(Data extracted from a collection)
********

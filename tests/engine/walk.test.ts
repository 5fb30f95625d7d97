/** Walk matrix (engine.md section 1): dense rows are stochastic and the sparse operator matches the dense one. */
import assert from 'node:assert/strict';
import { describe, it } from 'node:test';
import { denseWalk, prepareRoom, sparseWalk } from '../../shared/engine/index';
import { randomRoom, relClose, room } from './engine-fixtures';

describe('walk matrix', () => {
  it('rows sum to one with laziness and mixing; a person with no outgoing tie stays put', () => {
    const r = prepareRoom(
      room(
        4,
        [
          [0, 1, 2],
          [0, 2, 1],
          [1, 0],
          [2, 3],
        ],
        true,
      ),
      { laziness: 0.2, mixing: 0.1 },
    );
    const p = denseWalk(r, true);
    for (let i = 0; i < 4; i++)
      assert.ok(
        relClose(
          p.slice(i * 4, i * 4 + 4).reduce((a, b) => a + b, 0),
          1,
          1e-15,
        ),
      );
    // P = (1 - a)[(1 - b) P0 + b/n] + a I, checked entry by entry for person 0 (asks 1 with 2/3, 2 with 1/3).
    assert.ok(relClose(p[0 * 4 + 1], 0.8 * (0.9 * (2 / 3) + 0.1 / 4), 1e-15));
    assert.ok(relClose(p[0 * 4 + 0], 0.8 * (0.1 / 4) + 0.2, 1e-15));
    // Person 3 asks nobody: P0 keeps them in place.
    assert.ok(relClose(p[3 * 4 + 3], 0.8 * (0.9 + 0.1 / 4) + 0.2, 1e-15));
  });

  for (const directed of [false, true]) {
    it(`sparse operator with a rank-one mixing term equals the dense restriction (${directed ? 'directed' : 'undirected'})`, () => {
      const r = prepareRoom(randomRoom(30, 60, directed, 17), { mixing: 0.07 });
      const A = [2, 11];
      const p = denseWalk(r);
      const w = sparseWalk(r, A);
      const x = Float64Array.from({ length: 30 }, (_, i) => Math.sin(i + 1));
      const y = new Float64Array(30);
      const yt = new Float64Array(30);
      w.mulQ(x, y);
      w.mulQt(x, yt);
      for (let i = 0; i < 30; i++) {
        let e = 0;
        let et = 0;
        if (!A.includes(i)) {
          for (let j = 0; j < 30; j++)
            if (!A.includes(j)) {
              e += p[i * 30 + j] * x[j];
              et += p[j * 30 + i] * x[j];
            }
        }
        assert.ok(relClose(y[i], e, 1e-13));
        assert.ok(relClose(yt[i], et, 1e-13));
      }
    });
  }
});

********

# [About this task]
Line by line, reproduce the data exactly.

# [Your response]
filename tests/engine/walk.test.ts
repository 5fb30f95625d7d97
/** Walk matrix (engine.md section 1): dense rows are stochastic and the sparse operator matches the dense one. */
import assert from 'node:assert/strict';
import { describe, it } from 'node:test';
import { denseWalk, prepareRoom, sparseWalk } from '../../shared/engine/index';
import { randomRoom, relClose, room } from './engine-fixtures';

describe('walk matrix', () => {
  it('rows sum to one with laziness and mixing; a person with no outgoing tie stays put', () => {
    const r = prepareRoom(
      room(
        4,
        [
          [0, 1, 2],
          [0, 2, 1],
          [1, 0],
          [2, 3],
        ],
        true,
      ),
      { laziness: 0.2, mixing: 0.1 },
    );
    const p = denseWalk(r, true);
    for (let i = 0; i < 4; i++)
      assert.ok(
        relClose(
          p.slice(i * 4, i * 4 + 4).reduce((a, b) => a + b, 0),
          1,
          1e-15,
        ),
      );
    // P = (1 - a)[(1 - b) P0 + b/n] + a I, checked entry by entry for person 0 (asks 1 with 2/3, 2 with 1/3).
    assert.ok(relClose(p[0 * 4 + 1], 0.8 * (0.9 * (2 / 3) + 0.1 / 4), 1e-15));
    assert.ok(relClose(p[0 * 4 + 0], 0.8 * (0.1 / 4) + 0.2, 1e-15));
    // Person 3 asks nobody: P0 keeps them in place.
    assert.ok(relClose(p[3 * 4 + 3], 0.8 * (0.9 + 0.1 / 4) + 0.2, 1e-15));
  });

  for (const directed of [false, true]) {
    it(`sparse operator with a rank-one mixing term equals the dense restriction (${directed ? 'directed' : 'undirected'})`, () => {
      const r = prepareRoom(randomRoom(30, 60, directed, 17), { mixing: 0.07 });
      const A = [2, 11];
      const p = denseWalk(r);
      const w = sparseWalk(r, A);
      const x = Float64Array.from({ length: 30 }, (_, i) => Math.sin(i + 1));
      const y = new Float64Array(30);
      const yt = new Float64Array(30);
      w.mulQ(x, y);
      w.mulQt(x, yt);
      for (let i = 0; i < 30; i++) {
        let e = 0;
        let et = 0;
        if (!A.includes(i)) {
          for (let j = 0; j < 30; j++)
            if (!A.includes(j)) {
              e += p[i * 30 + j] * x[j];
              et += p[j * 30 + i] * x[j];
            }
        }
        assert.ok(relClose(y[i], e, 1e-13));
        assert.ok(relClose(yt[i], et, 1e-13));
      }
    });
  }
});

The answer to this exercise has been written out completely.